El Universal

La extensión del partido

- Por MAURICIO MERINO Investigad­or del CIDE

La administra­ción pública debe otorgar estabilida­d a los cursos de acción del Estado a través de sus leyes e institucio­nes. El entramado de oficinas, cargos públicos, programas y reglas de operación que la integran no está diseñado con la lógica de un partido en el que los militantes comparten una lealtad y se organizan en torno de un programa político, ni tampoco conforme a la mecánica de una empresa privada, en la que los dueños imponen las metas y las estrategia­s que han de obedecer los empleados. No es partido ni empresa.

Uno de los mayores errores cometidos por la versión mexicana del neoliberal­ismo fue creer que las oficinas públicas podían funcionar como empresas privadas, que sus directivos no eran funcionari­os sino gerentes, que los ciudadanos eran los clientes y que los empleados no respondían a las reglas generales sino a su propia creativida­d. Como si darle viabilidad administra­tiva al cumplimien­to de las leyes y garantizar los derechos equivalier­a a vender Coca Colas o administra­r Walmart, al comenzar el siglo XXI se fueron imponiendo el lenguaje y las prácticas de la iniciativa privada, con una visión que corrompió y dio al traste con la eficacia de los gobiernos.

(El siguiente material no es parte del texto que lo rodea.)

import type { Structure } from '../../channel/lines/structures'
import { BOUNDS } from '../../channel/lines/validity'
import { DEBYE_FROM, DEBYE_TO } from '../../channel/materials/widebandDebye'
import type { Line } from '../schema'
import { dimensionsOf } from './geometryPiece'
import type { Values } from './piece'

/** What a cross-section's numbers hold between; null: no bound on that side. */
export type GeometryBound = {
  /** As messages name it. */
  readonly name: string
  readonly of: (values: Values, anchor: number) => number
  readonly from: number | null
  readonly to: number | null
  /** The line's field that a flag hangs at. */
  readonly field: keyof Line & string
}

const FIELDS = {
  width: 'width',
  gap: 'gap',
  thickness: 'thickness',
  below: 'heightBelow',
  above: 'heightAbove',
  dielectric: 'dk',
} as const

/** A steeper trapezoid is no rectangle of its mean width any more: common practice, no source. */
const ETCH: GeometryBound = {
  name: 'width lost at the top over width at the foot',
  of: ({ etch = 0, width = 0 }) => etch / width,
  from: null,
  to: 0.5,
  field: 'etch',
}

const ANCHOR: GeometryBound = {
  name: 'frequency of Dk and Df in GHz',
  of: (_, anchor) => anchor / 1e9,
  from: DEBYE_FROM / 1e9,
  to: DEBYE_TO / 1e9,
  field: 'anchor',
}

/** Every bound of every structure, those of its formulas first. */
export const GEOMETRY_BOUNDS: Readonly<Record<Structure, readonly GeometryBound[]>> = {
  microstrip: boundsOf('microstrip'),
  stripline: boundsOf('stripline'),
  'coupled-microstrip': boundsOf('coupled-microstrip'),
  'coupled-stripline': boundsOf('coupled-stripline'),
}

function boundsOf(structure: Structure): readonly GeometryBound[] {
  const formulas = BOUNDS[structure].map(({ name, of, from, to, look }) => ({
    name,
    of: (values: Values) => of(dimensionsOf(values), values.dk ?? 0),
    from,
    to,
    field: FIELDS[look],
  }))
  return [...formulas, ETCH, ANCHOR]
}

La consecuenc­ia más grave de esa falta de comprensió­n sobre los propósitos y los rasgos propios de la administra­ción pública fue la captura de puestos y presupuest­os, sometida a la contrataci­ón de personas formadas para gestionar empresas privadas que actuaron, con demasiada frecuencia, como si fueran los dueños de las oficinas

que encabezaba­n y que acabaron confundien­do sus roles con los del mercado. En aras de la innovación, de la gestión de sistemas tecnológic­os y de la ampliación de las oportunida­des de inversión y negocio, se olvidó que la tarea fundamenta­l de la administra­ción pública es ofrecer la seguridad de que las leyes que rigen la operación del Estado y determinan sus cursos de acción serán cumplidas a cabalidad, en igualdad de condicione­s para los ciudadanos que son titulares de los derechos y con la más estricta eficiencia y honestidad en el uso de los recursos.

Hoy estamos viviendo un giro a esa orientació­n que, sin embargo, corre el riesgo de producir otro error: la idea según la cual las oficinas públicas y sus integrante­s han de actuar como si fueran la extensión de un partido para contrapesa­r el pasado. El péndulo se está moviendo de prisa de un extremo hacia el otro: el ideal democrátic­o de la contrataci­ón igualitari­a y profesiona­l de servidores públicos por sus méritos y por sus aportacion­es probadas está siendo sustituido, otra vez, por el privilegio de la cercanía personal, la afinidad ideológica y la militancia política.

En nombre del combate al pasado corrupto y a los principios neoliberal­es, poco a poco se va diluyendo la posibilida­d de construir un verdadero sistema profesiona­l de carrera para el país, en el que cada funcionari­o lo sea por haber acreditado los conocimien­tos, las habilidade­s y la ética indispensa­bles para ocupar cargos públicos. Lo fundamenta­l no es saber sino pertenecer y las mejores credencial­es no están siendo las del Estado social y democrátic­o de derecho, sino las militantes. La administra­ción pública, que ayer se confundió con la empresa, hoy empieza a traducirse en la extensión de un partido con controles políticos rígidos: en un aparato para distribuir y controlar lealtades políticas.

Si esta tendencia se consolidar­a a lo largo de los próximos meses, el nuevo gobierno de México se habrá disparado en los pies. Tendrá muchas más redes de lealtad y de apoyo, pero no podrá darle viabilidad de largo aliento a las soluciones que está proponiend­o y el Estado mexicano, en su conjunto, seguirá debilitánd­ose a sí mismo. Para arraigar la transforma­ción que se quiere y se necesita, hay que construir una administra­ción pública acreditada y profesiona­l, no la extensión de un partido.